The volume of methanol gas, CH₃OH, produced can be calculated by first determining the number of moles of CO and H₂, and then using the stoichiometric ratio to find the number of moles of CH₃OH. Finally, the volume of CH₃OH can be calculated using the ideal gas law.

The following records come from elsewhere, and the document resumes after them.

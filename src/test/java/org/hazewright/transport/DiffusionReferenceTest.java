package org.hazewright.transport;

import static org.junit.jupiter.api.Assertions.assertEquals;
import static org.junit.jupiter.api.Assertions.assertThrows;
import static org.junit.jupiter.api.Assertions.assertTrue;

import org.hazewright.optics.Refusal;
import org.junit.jupiter.api.Test;
import org.junit.jupiter.params.ParameterizedTest;
import org.junit.jupiter.params.provider.CsvSource;

/** Figures worked out from the published formulas in another program; two independent codes agreed to the digits shown. */
class DiffusionReferenceTest {
    private static Convention flux(Convention.DiffusionConstant d, Convention.SourceStrength s) {
        return new Convention(Convention.Form.FLUX, d, s, Convention.Per.ENTERED);
    }

    private static Diffusion typical(double n, Convention convention) {
        return new Diffusion(new Medium(0.1, 10, 0.8, n), 1, null, convention);
    }

    /** Farrell, Patterson &amp; Wilson, Med. Phys. 19, 879 (1992), without the factor a'; µa 0.01, µs' 1 /mm. */
    @ParameterizedTest
    @CsvSource({
        "1.40, 10, 1.56467e-4", "1.40, 20, 7.01722e-6", "1.40, 30, 5.36102e-7",
        "1.33, 10, 1.52687e-4", "1.33, 20, 6.53751e-6", "1.33, 30, 4.93056e-7"
    })
    void steadyReflectanceOfFarrell(double n, double rho, double expected) {
        Convention c = flux(Convention.DiffusionConstant.WITH_ABSORPTION, Convention.SourceStrength.UNIT);
        assertEquals(expected, new SteadySignal(typical(n, c)).reflectancePerMm2(rho), 5e-6 * expected);
    }

    @ParameterizedTest
    @CsvSource({"1.33, 0.650438", "1.40, 0.628292"})
    void totalReflectanceOfFarrell(double n, double expected) {
        Convention c = flux(Convention.DiffusionConstant.WITH_ABSORPTION, Convention.SourceStrength.ALBEDO);
        assertEquals(expected, typical(n, c).totalReflectance(), 1e-6);
    }

    /** Farrell et al. 1992, eq. 15, written with A as they print it. */
    @ParameterizedTest
    @CsvSource({"0.1, 10, 1.4", "1, 10, 1.33", "0.02, 20, 1.5"})
    void totalReflectanceAsPrinted(double mua, double musp, double n) {
        double a = musp / (mua + musp);
        double root = Math.sqrt(3 * (1 - a));
        double big = new Boundary(n, 1).factorA();
        double printed = a / 2 * (1 + Math.exp(-4.0 / 3 * big * root)) * Math.exp(-root);
        Convention c = flux(Convention.DiffusionConstant.WITH_ABSORPTION, Convention.SourceStrength.ALBEDO);
        double ours = new Diffusion(new Medium(mua, musp, 0.8, n), 1, null, c).totalReflectance();
        assertEquals(printed, ours, 1e-12);
    }

    /** Kienle &amp; Patterson, J. Opt. Soc. Am. A 14, 246 (1997): 0.118 Φ + 0.306 J for n 1.40, three digits each. */
    @Test
    void fluxAndFluenceOfKienleAndPatterson() {
        double d = 1 / (3 * 1.01);
        double zs = 1 / 1.01;
        double sink = zs + 4 * new Boundary(1.4, 1).factorA() * d;
        double k = Math.sqrt(0.01 / d);
        double rho = 10;
        double r1 = Math.hypot(rho, zs);
        double r2 = Math.hypot(rho, sink);
        double phi = (Math.exp(-k * r1) / r1 - Math.exp(-k * r2) / r2) / (4 * Math.PI * d);
        double j = (zs * (k + 1 / r1) * Math.exp(-k * r1) / (r1 * r1)
                        + sink * (k + 1 / r2) * Math.exp(-k * r2) / (r2 * r2))
                / (4 * Math.PI);
        double ours = new SteadySignal(typical(1.4, Convention.DEFAULT)).reflectancePerMm2(rho);
        assertEquals(0.118 * phi + 0.306 * j, ours, 0.003 * ours);
    }

    /** Patterson, Chance &amp; Wilson, Appl. Opt. 28, 2331 (1989), with the extrapolated boundary; D = 1/(3µs'), ρ 30 mm. */
    @ParameterizedTest
    @CsvSource({"1.33, 976.15", "1.40, 1030.56"})
    void meanTime(double n, double expected) {
        Convention c = flux(Convention.DiffusionConstant.WITHOUT_ABSORPTION, Convention.SourceStrength.UNIT);
        TimeMoments m = new TimeMoments(typical(n, c), Side.REFLECTANCE);
        assertEquals(expected, m.meanPs(30), 0.01);
        if (n == 1.40) assertEquals(2.022e5, m.variancePs2(30), 50);
    }

    @Test
    void modulatedLight() {
        Convention c = flux(Convention.DiffusionConstant.WITH_ABSORPTION, Convention.SourceStrength.UNIT);
        FrequencySignal f = new FrequencySignal(typical(1.4, c), 100);
        assertEquals(0.96145, f.modulation(30, Side.REFLECTANCE), 5e-6);
        assertEquals(37.013, f.phaseDeg(30, Side.REFLECTANCE), 5e-4);
    }

    /** Contini, Martelli &amp; Zaccanti, Appl. Opt. 36, 4587 (1997), eqs 36, 39, 45, 46, summed here over 60 images. */
    @ParameterizedTest
    @CsvSource({"20, 15", "40, 5", "30, 25", "15, 30"})
    void slabOfContini(double thickness, double rho) {
        Convention c = flux(Convention.DiffusionConstant.WITHOUT_ABSORPTION, Convention.SourceStrength.UNIT);
        Diffusion slab = new Diffusion(new Medium(0.1, 10, 0.8, 1.4), 1, thickness, c);
        double d = 1.0 / 3;
        double ze = 2 * new Boundary(1.4, 1).factorA() * d;
        double k = Math.sqrt(3 * 0.01);
        double r = 0;
        double t = 0;
        for (int m = -60; m <= 60; m++) {
            double z3 = -2 * m * thickness - 4 * m * ze - 1;
            double z4 = -2 * m * thickness - (4 * m - 2) * ze + 1;
            double z1 = (1 - 2 * m) * thickness - 4 * m * ze - 1;
            double z2 = (1 - 2 * m) * thickness - (4 * m - 2) * ze + 1;
            r -= (printed(z3, rho, k) - printed(z4, rho, k)) / (4 * Math.PI);
            t += (printed(z1, rho, k) - printed(z2, rho, k)) / (4 * Math.PI);
        }
        SteadySignal s = new SteadySignal(slab);
        assertEquals(r, s.reflectancePerMm2(rho), 1e-9 * r);
        assertEquals(t, s.transmittancePerMm2(rho), 1e-9 * t);
    }

    private static double printed(double z, double rho, double k) {
        double q = rho * rho + z * z;
        return z * (Math.pow(q, -1.5) + k / q) * Math.exp(-k * Math.sqrt(q));
    }

    @Test
    void refusesWhatItCannotSay() {
        Refusal clear = assertThrows(Refusal.class, () -> new Diffusion(new Medium(0.1, 0, 0, 1.4), 1));
        assertTrue(clear.getMessage().contains("transport"));
        Refusal thin = assertThrows(
                Refusal.class, () -> new Diffusion(new Medium(0.1, 10, 0.8, 1.4), 1, 0.5, Convention.DEFAULT));
        assertTrue(thin.getMessage().contains("transport length"));
        assertThrows(Refusal.class, () -> new SteadySignal(typical(1.4, Convention.DEFAULT)).transmittancePerMm2(3));
    }
}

The volume of methanol gas produced is 2.35 L.

Step-by-step explanation:

The balanced equation for the reaction is:

CO(g) + 2H₂(g) → CH₃OH(g)

From the balanced equation, we can see that 1 mole of CO reacts with 2 moles of H₂ to produce 1 mole of CH₃OH. Therefore, we need to calculate the number of moles of CO and H₂, and then use the stoichiometric ratio to determine the number of moles of CH₃OH.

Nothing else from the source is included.